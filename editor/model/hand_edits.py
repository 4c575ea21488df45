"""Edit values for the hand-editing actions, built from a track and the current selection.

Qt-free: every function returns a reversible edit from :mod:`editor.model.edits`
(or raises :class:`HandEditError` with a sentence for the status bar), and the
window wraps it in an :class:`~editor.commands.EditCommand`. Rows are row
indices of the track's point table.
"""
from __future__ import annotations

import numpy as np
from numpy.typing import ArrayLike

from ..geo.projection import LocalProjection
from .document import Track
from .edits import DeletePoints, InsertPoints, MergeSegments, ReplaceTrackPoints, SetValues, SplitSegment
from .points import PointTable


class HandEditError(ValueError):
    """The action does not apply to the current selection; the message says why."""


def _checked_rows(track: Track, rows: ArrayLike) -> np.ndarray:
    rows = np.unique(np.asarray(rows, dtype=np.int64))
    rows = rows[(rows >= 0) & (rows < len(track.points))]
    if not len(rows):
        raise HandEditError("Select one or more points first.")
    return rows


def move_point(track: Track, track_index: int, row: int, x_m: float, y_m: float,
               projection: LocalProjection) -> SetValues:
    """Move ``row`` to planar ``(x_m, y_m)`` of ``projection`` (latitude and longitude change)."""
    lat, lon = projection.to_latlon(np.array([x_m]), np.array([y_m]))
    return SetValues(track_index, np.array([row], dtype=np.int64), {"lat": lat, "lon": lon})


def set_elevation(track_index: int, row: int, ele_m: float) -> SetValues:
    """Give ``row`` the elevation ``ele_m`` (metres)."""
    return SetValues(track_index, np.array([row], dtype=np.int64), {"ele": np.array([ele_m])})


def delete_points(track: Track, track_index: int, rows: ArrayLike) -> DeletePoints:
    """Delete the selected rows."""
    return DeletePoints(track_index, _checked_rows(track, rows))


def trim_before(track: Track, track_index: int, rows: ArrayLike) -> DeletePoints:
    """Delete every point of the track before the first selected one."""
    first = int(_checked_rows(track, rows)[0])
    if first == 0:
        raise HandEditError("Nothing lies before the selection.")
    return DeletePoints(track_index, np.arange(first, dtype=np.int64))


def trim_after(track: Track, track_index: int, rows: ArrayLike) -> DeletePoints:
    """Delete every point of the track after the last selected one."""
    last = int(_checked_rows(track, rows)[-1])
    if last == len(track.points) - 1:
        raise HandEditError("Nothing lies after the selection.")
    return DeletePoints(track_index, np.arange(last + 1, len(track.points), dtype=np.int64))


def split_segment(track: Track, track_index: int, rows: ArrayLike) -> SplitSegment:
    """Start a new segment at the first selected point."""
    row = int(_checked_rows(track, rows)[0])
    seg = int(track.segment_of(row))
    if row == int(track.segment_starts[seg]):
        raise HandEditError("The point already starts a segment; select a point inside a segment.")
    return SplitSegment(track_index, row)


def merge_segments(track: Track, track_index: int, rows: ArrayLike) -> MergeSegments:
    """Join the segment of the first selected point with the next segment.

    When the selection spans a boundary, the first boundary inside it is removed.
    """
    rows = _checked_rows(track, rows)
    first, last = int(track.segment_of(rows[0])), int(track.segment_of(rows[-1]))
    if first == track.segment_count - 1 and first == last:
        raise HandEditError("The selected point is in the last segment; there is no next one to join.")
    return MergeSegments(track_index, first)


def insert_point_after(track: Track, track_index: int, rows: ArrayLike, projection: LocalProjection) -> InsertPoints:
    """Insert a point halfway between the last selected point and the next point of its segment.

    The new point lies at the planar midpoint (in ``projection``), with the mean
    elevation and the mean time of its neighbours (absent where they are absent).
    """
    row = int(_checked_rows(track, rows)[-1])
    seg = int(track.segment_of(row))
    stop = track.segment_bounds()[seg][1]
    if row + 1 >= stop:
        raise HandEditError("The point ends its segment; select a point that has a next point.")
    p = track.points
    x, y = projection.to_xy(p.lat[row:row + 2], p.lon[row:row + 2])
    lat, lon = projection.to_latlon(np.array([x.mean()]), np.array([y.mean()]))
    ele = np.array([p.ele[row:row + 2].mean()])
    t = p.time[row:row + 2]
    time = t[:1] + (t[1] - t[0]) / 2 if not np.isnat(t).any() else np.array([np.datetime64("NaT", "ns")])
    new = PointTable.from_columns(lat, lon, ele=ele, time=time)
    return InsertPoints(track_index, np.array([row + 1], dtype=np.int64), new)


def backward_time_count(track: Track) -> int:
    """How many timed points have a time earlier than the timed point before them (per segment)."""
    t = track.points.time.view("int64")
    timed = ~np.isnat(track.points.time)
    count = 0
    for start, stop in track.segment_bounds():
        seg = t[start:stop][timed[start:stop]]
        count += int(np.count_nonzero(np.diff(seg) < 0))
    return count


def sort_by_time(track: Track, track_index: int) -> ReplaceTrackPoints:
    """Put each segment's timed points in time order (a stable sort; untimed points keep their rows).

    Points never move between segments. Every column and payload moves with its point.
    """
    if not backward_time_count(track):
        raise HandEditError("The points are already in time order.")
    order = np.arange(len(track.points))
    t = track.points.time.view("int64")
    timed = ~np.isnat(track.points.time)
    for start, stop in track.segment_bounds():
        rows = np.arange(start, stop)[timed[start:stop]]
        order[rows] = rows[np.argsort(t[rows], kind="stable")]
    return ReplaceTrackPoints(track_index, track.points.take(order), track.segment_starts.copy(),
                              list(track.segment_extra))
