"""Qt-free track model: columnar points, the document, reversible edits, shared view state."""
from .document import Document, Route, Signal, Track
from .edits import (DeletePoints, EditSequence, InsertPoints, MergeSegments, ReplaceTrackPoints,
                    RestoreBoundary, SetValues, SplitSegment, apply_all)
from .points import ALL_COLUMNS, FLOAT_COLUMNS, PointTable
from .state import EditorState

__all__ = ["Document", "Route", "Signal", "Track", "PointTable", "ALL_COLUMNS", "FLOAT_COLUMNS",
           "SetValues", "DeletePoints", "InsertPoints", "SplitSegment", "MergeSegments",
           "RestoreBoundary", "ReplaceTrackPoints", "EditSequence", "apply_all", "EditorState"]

* * *

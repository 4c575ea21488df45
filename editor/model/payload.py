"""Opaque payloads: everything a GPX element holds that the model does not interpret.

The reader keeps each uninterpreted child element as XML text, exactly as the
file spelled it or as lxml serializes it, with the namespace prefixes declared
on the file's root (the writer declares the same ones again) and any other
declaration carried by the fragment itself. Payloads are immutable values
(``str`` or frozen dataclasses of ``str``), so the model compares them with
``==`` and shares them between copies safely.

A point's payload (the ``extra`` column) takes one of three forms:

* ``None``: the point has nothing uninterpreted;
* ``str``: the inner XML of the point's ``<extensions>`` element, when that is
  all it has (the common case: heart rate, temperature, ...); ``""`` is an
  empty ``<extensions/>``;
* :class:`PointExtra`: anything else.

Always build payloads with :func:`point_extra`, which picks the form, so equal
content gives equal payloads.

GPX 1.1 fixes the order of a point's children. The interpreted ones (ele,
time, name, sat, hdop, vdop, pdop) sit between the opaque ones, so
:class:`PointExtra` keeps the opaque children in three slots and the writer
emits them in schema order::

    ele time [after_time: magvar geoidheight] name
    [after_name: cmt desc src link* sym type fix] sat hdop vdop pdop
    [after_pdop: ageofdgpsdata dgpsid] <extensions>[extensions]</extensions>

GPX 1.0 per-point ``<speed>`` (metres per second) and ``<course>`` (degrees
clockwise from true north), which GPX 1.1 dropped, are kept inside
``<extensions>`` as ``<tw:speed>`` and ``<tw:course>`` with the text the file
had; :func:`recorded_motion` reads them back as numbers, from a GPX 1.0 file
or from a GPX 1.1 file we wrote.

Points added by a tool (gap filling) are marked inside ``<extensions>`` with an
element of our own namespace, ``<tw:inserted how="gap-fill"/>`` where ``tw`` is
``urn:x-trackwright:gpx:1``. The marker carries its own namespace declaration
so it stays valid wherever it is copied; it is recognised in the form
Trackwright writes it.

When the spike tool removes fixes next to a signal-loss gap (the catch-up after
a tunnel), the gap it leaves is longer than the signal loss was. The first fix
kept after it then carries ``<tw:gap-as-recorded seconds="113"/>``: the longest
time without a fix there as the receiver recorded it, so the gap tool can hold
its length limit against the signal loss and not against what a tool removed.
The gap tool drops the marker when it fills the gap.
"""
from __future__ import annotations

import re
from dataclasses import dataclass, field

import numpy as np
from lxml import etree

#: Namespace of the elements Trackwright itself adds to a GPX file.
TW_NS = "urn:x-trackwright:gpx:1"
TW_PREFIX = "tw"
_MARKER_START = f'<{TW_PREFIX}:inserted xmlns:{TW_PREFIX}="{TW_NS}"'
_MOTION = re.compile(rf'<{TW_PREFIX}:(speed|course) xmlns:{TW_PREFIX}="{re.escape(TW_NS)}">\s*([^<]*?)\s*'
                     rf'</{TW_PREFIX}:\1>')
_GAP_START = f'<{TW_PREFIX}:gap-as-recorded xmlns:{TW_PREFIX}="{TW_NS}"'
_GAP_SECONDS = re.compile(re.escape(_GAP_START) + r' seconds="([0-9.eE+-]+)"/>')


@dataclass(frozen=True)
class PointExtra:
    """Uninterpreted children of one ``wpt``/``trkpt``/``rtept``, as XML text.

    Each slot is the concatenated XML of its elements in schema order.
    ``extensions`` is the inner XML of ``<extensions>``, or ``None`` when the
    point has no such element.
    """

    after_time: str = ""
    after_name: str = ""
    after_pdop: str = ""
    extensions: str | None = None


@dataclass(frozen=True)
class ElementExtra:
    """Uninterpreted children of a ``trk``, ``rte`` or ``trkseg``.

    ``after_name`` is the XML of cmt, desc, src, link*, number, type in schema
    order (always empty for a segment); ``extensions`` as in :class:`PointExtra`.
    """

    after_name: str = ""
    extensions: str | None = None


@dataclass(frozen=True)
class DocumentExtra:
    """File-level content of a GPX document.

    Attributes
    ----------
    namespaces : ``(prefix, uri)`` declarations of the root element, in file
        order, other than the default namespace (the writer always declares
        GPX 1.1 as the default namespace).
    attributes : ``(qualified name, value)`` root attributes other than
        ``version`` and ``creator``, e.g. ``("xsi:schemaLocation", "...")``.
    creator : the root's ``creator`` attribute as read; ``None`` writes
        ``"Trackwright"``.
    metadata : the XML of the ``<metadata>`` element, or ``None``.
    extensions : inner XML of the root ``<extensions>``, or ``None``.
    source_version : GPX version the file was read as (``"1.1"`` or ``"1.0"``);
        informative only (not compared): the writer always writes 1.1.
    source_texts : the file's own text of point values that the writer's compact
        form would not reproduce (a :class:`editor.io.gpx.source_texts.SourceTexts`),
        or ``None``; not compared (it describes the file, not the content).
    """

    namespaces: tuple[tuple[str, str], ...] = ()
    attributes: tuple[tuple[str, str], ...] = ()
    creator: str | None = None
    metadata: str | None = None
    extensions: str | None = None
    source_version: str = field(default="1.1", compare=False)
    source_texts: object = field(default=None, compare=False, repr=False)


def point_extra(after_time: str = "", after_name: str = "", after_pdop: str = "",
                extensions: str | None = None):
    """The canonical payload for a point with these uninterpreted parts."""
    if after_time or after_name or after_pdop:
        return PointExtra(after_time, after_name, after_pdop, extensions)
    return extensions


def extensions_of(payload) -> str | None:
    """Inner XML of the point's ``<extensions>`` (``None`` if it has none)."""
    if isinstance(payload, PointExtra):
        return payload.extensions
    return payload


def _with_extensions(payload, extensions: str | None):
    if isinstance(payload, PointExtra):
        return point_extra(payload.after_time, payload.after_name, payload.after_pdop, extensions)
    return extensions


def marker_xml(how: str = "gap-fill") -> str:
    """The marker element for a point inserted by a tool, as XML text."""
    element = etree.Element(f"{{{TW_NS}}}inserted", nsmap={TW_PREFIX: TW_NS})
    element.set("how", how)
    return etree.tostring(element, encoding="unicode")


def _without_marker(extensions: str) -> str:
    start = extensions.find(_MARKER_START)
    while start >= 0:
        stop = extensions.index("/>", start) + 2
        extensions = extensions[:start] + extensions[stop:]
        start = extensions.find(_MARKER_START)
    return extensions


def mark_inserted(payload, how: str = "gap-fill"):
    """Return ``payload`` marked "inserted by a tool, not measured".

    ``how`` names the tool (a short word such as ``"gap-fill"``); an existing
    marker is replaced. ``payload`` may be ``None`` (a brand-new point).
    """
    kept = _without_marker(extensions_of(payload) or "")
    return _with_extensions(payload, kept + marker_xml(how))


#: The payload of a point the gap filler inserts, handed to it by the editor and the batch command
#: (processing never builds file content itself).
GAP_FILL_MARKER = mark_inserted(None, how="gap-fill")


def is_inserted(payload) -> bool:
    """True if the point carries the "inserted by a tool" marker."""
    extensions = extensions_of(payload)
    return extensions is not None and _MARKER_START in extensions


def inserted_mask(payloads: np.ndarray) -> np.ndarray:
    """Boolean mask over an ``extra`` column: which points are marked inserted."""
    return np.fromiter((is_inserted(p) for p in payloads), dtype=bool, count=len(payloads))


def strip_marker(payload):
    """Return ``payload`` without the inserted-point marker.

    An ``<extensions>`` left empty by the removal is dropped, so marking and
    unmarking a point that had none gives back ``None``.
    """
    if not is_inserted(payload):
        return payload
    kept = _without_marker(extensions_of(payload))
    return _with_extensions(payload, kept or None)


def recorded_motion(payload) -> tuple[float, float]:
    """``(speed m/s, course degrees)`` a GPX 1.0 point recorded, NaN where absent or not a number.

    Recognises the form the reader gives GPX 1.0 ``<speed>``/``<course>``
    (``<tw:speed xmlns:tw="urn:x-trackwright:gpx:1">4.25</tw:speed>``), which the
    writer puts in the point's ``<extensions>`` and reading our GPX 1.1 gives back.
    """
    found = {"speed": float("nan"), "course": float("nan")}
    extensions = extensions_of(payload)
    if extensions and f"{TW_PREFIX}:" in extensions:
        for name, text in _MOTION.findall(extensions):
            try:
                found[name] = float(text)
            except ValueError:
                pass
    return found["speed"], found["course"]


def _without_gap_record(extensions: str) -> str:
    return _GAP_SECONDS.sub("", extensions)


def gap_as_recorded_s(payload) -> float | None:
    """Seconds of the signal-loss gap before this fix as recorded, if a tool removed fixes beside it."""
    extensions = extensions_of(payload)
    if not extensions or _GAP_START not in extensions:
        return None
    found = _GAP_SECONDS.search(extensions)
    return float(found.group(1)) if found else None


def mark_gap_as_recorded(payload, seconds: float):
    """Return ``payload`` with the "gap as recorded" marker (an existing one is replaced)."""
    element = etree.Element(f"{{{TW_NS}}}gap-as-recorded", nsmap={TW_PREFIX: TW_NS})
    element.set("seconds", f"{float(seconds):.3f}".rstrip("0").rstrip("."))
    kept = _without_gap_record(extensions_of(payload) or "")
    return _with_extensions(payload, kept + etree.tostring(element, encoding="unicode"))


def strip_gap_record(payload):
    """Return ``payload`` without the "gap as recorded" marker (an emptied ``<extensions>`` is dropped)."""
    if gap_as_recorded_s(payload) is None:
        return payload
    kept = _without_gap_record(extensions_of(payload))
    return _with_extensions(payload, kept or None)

==

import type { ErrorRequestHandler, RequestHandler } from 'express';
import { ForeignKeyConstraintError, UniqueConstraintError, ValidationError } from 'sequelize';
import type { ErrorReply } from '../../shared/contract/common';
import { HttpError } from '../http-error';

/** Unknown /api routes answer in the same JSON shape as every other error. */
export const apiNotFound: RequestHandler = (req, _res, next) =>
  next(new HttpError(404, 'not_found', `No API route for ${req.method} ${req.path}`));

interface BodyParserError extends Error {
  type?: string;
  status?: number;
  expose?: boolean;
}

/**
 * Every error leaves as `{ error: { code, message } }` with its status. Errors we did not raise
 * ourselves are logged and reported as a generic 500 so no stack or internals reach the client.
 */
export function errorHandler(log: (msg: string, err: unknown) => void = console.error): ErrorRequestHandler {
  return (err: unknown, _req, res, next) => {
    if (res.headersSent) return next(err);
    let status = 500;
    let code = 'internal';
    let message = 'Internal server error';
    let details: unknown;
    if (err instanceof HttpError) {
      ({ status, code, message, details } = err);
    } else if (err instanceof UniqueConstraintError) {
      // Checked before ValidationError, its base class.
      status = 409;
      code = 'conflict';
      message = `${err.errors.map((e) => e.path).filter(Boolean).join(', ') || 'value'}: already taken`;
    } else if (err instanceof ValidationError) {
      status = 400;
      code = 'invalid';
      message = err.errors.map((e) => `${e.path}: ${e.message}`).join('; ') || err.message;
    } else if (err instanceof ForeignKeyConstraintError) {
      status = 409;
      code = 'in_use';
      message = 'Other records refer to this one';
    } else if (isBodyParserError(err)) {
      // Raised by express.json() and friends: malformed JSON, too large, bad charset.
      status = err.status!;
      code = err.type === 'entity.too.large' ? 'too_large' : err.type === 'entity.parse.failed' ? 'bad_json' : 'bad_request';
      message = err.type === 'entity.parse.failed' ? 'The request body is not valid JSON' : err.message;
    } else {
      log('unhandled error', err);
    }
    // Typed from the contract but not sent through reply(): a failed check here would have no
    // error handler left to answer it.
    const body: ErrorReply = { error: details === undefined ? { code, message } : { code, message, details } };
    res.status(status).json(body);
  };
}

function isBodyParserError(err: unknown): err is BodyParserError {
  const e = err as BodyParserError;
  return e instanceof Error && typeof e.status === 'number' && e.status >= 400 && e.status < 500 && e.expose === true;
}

EXERCISE REQUIREMENTS :: For this task, copy every line of the material in which "encoding" appears.

RESULT OF THIS TASK ::
    return etree.tostring(element, encoding="unicode")
    return _with_extensions(payload, kept + etree.tostring(element, encoding="unicode"))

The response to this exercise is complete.